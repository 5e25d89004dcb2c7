package batch

import (
	"bufio"
	"cmp"
	"container/heap"
	"crypto/sha256"
	"encoding/binary"
	"encoding/hex"
	"errors"
	"hash/fnv"
	"io"
	"os"
	"path/filepath"
	"slices"
	"strconv"

	"shearbook/profile/delimited"
)

// Sizes of what is sorted on disk.
const (
	spillRun    = 1 << 19 // hashes of names that are sorted in memory
	spillBucket = 4 << 20 // bytes of a table that are sorted in memory, about
	spillMost   = 256     // parts that a table is sorted in at most; beyond 1 GiB they grow
)

// twice searches a table for a name that comes again with others between. It
// holds no more than spillRun hashes of names in memory. Names of one hash,
// which may be different ones, count as one: the table is then sorted without
// need.
func (s *stream) twice(r *run) (bool, error) {
	file, err := s.it.open()
	if err != nil {
		return false, err
	}
	defer file.Close() // opened for reading
	if _, err := file.Seek(int64(s.head.Size()), io.SeekStart); err != nil {
		return false, err
	}
	spill, err := newSpill(filepath.Join(unfinished(r.job.Out), spillName))
	if err != nil {
		return false, r.work.failed(err)
	}
	defer spill.remove()
	cut := &cutter{in: file, head: s.head, size: chunkSize, buffer: sameBuffer()}
	for c := (chunk{}); !c.last; {
		if err := cut.next(&c); err != nil {
			return false, err
		}
		for _, p := range cutAll(s.head, c.data) {
			if err := spill.add(hashOf(p.name)); err != nil {
				return false, r.work.failed(err)
			}
		}
	}
	return spill.repeats()
}

// sameBuffer gives the same buffer again and again.
func sameBuffer() func() *buffer {
	b := &buffer{}
	return func() *buffer { return b }
}

func hashOf(name string) uint64 {
	h := fnv.New64a()
	io.WriteString(h, name) // cannot fail
	return h.Sum64()
}

// spill is many hashes, sorted in runs of which all but the last are on disk.
type spill struct {
	dir   string
	run   []uint64
	files []*os.File
}

func newSpill(dir string) (*spill, error) {
	if err := os.MkdirAll(dir, 0o777); err != nil {
		return nil, err
	}
	return &spill{dir: dir}, nil
}

func (s *spill) add(hash uint64) error {
	if s.run = append(s.run, hash); len(s.run) < spillRun {
		return nil
	}
	return s.flush()
}

// flush brings the run to disk.
func (s *spill) flush() error {
	slices.Sort(s.run)
	f, err := os.Create(filepath.Join(s.dir, "names-"+strconv.Itoa(len(s.files))))
	if err != nil {
		return err
	}
	s.files = append(s.files, f)
	w := bufio.NewWriter(f)
	for _, hash := range s.run {
		var b [8]byte
		binary.LittleEndian.PutUint64(b[:], hash)
		w.Write(b[:]) // its error is kept for Flush
	}
	s.run = s.run[:0]
	return w.Flush()
}

// repeats reports whether any hash was added twice.
func (s *spill) repeats() (bool, error) {
	if len(s.files) == 0 {
		slices.Sort(s.run)
		n := len(s.run)
		return len(slices.Compact(s.run)) < n, nil
	}
	if err := s.flush(); err != nil {
		return false, err
	}
	var h runs[uint64]
	for _, f := range s.files {
		if _, err := f.Seek(0, io.SeekStart); err != nil {
			return false, err
		}
		in := bufio.NewReader(f)
		h.push(func() (uint64, uint64, error) {
			var b [8]byte
			_, err := io.ReadFull(in, b[:])
			hash := binary.LittleEndian.Uint64(b[:])
			return hash, hash, err
		})
	}
	for before, first := uint64(0), true; h.Len() > 0; first = false {
		hash, err := h.pop()
		if err != nil {
			return false, err
		}
		if !first && hash == before {
			return true, nil
		}
		before = hash
	}
	return false, h.err
}

func (s *spill) remove() {
	for _, f := range s.files {
		_ = f.Close() // it goes away
	}
	os.RemoveAll(s.dir)
}

// runs merges sorted runs of values by their keys.
type runs[T any] struct {
	of  []*sortedRun[T]
	err error
}

type sortedRun[T any] struct {
	key   uint64
	value T
	next  func() (uint64, T, error)
}

// push adds a run; next returns its values in order, and io.EOF at its end.
func (r *runs[T]) push(next func() (uint64, T, error)) {
	run := &sortedRun[T]{next: next}
	var err error
	if run.key, run.value, err = next(); err == nil {
		heap.Push(r, run)
	} else if err != io.EOF {
		r.err = err
	}
}

// pop takes the first of all values.
func (r *runs[T]) pop() (T, error) {
	run := r.of[0]
	value := run.value
	var err error
	if run.key, run.value, err = run.next(); err == nil {
		heap.Fix(r, 0)
	} else {
		heap.Pop(r)
	}
	if err != nil && err != io.EOF {
		r.err = err
	}
	return value, r.err
}

// Len, Less, Swap, Push and Pop are for package heap.
func (r *runs[T]) Len() int           { return len(r.of) }
func (r *runs[T]) Less(i, j int) bool { return r.of[i].key < r.of[j].key }
func (r *runs[T]) Swap(i, j int)      { r.of[i], r.of[j] = r.of[j], r.of[i] }
func (r *runs[T]) Push(x any)         { r.of = append(r.of, x.(*sortedRun[T])) }
func (r *runs[T]) Pop() any {
	n := len(r.of) - 1
	x := r.of[n]
	r.of = r.of[:n]
	return x
}

// spilled is rows of one profile that follow one another, with their place.
type spilled struct {
	first int // line in which the profile begins
	line  int
	name  string
	text  []byte
}

func (p *spilled) write(w *bufio.Writer) {
	var b []byte
	for _, n := range [...]int{p.first, p.line, len(p.name), len(p.text)} {
		b = binary.AppendUvarint(b, uint64(n))
	}
	w.Write(b) // its error is kept for Flush, as that of the next two
	w.WriteString(p.name)
	w.Write(p.text)
}

func (p *spilled) read(in *bufio.Reader) error {
	var n [4]uint64
	for i := range n {
		var err error
		if n[i], err = binary.ReadUvarint(in); err != nil {
			return err
		}
	}
	if n[2] > maxFile || n[3] > 2*maxFile {
		return errors.New("a file of rows that are brought together was changed")
	}
	p.first, p.line = int(n[0]), int(n[1])
	name := make([]byte, n[2])
	p.text = make([]byte, n[3])
	_, err := io.ReadFull(in, name)
	if err == nil {
		_, err = io.ReadFull(in, p.text)
	}
	p.name = string(name)
	return err
}

// sorted takes a large table whose rows must be brought together first: those
// of each profile, the profiles in the order in which they first appear.
//
// The rows are spread over files by the hash of the profile's name, each file is
// sorted in memory, and the sorted files are merged. The memory is that of one
// file and a small buffer for each.
func (f *feeder) sorted(s *stream) error {
	b := &buckets{dir: filepath.Join(f.run.work.dir, spillName), head: s.head}
	defer b.remove()
	source, err := b.fill(s)
	if err == nil {
		err = b.sort()
	}
	if err != nil {
		return f.run.work.failed(err)
	}
	t := &stream{it: s.it, file: s.file, head: s.head, sorted: source, verdict: make(chan bool, 1)}
	_, err = f.pieces(t, &merged{in: b.merge(), size: int(f.pieceSize(chunkSize)), buffer: f.buffer})
	return err
}

// buckets are the files that the rows of a table are spread over.
type buckets struct {
	dir   string
	head  *delimited.Head
	files []*os.File
}

// fill spreads the rows, and returns the line of sources.csv.
func (b *buckets) fill(s *stream) (source string, err error) {
	info, err := s.file.Stat()
	if err != nil {
		return "", err
	}
	if err := os.MkdirAll(b.dir, 0o777); err != nil {
		return "", err
	}
	var out []*bufio.Writer
	for i := range min(spillMost, int(info.Size()/spillBucket)+1) {
		f, err := os.Create(filepath.Join(b.dir, "rows-"+strconv.Itoa(i)))
		if err != nil {
			return "", err
		}
		b.files, out = append(b.files, f), append(out, bufio.NewWriterSize(f, 8<<10))
	}
	if _, err := s.file.Seek(int64(s.head.Size()), io.SeekStart); err != nil {
		return "", err
	}
	sum := sha256.New()
	sum.Write(s.head.Text())
	size, line := int64(s.head.Size()), s.head.Line()
	cut := &cutter{in: s.file, head: s.head, size: chunkSize, buffer: sameBuffer()}
	for c := (chunk{}); !c.last; {
		if err := cut.next(&c); err != nil {
			return "", err
		}
		sum.Write(c.data)
		size += int64(len(c.data))
		for _, p := range cutAll(s.head, c.data) {
			row := spilled{line: line, name: p.name, text: p.text}
			row.write(out[hashOf(p.name)%uint64(len(out))])
			line += p.lines
		}
	}
	for _, w := range out {
		if err := w.Flush(); err != nil {
			return "", err
		}
	}
	return sourceLine(s.it.name, hex.EncodeToString(sum.Sum(nil)), size), nil
}

// sort sorts each file.
func (b *buckets) sort() error {
	for _, f := range b.files {
		if _, err := f.Seek(0, io.SeekStart); err != nil {
			return err
		}
		in := bufio.NewReader(f)
		var rows []spilled
		first := map[string]int{}
		for {
			var p spilled
			if err := p.read(in); err == io.EOF {
				break
			} else if err != nil {
				return err
			}
			if _, again := first[p.name]; !again {
				first[p.name] = p.line
			}
			p.first = first[p.name]
			rows = append(rows, p)
		}
		slices.SortFunc(rows, func(x, y spilled) int { return cmp.Or(x.first-y.first, x.line-y.line) })
		if err := f.Truncate(0); err != nil {
			return err
		}
		if _, err := f.Seek(0, io.SeekStart); err != nil {
			return err
		}
		w := bufio.NewWriter(f)
		for i := range rows {
			rows[i].write(w)
		}
		if err := w.Flush(); err != nil {
			return err
		}
		if _, err := f.Seek(0, io.SeekStart); err != nil {
			return err
		}
	}
	return nil
}

// merge merges the sorted files.
func (b *buckets) merge() *runs[spilled] {
	var r runs[spilled]
	for _, f := range b.files {
		in := bufio.NewReaderSize(f, 8<<10)
		r.push(func() (uint64, spilled, error) {
			var p spilled
			err := p.read(in)
			return uint64(p.first), p, err
		})
	}
	return &r
}

func (b *buckets) remove() {
	for _, f := range b.files {
		_ = f.Close() // it goes away
	}
	os.RemoveAll(b.dir)
}

// merged makes chunks of rows that were brought together.
type merged struct {
	in     *runs[spilled]
	size   int
	buffer func() *buffer
}

// next puts the next profiles into a chunk.
func (m *merged) next(c *chunk) error {
	c.buf = m.buffer()
	b, first := c.buf.b[:0], -1
	c.lines = []int32{}
	for m.in.Len() > 0 && (len(b) < m.size || int(m.in.of[0].key) == first) {
		p, err := m.in.pop()
		if err != nil {
			return err
		}
		first = p.first
		b, c.lines = appendPiece(b, c.lines, p.text, p.line, delimited.Lines(p.text))
	}
	c.buf.b, c.data, c.last = b, b, m.in.Len() == 0
	return m.in.err
}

### To do
Search the data for "lines". Copy each line that has it.

### Solution to this problem
			line += p.lines
	c.lines = []int32{}
		b, c.lines = appendPiece(b, c.lines, p.text, p.line, delimited.Lines(p.text))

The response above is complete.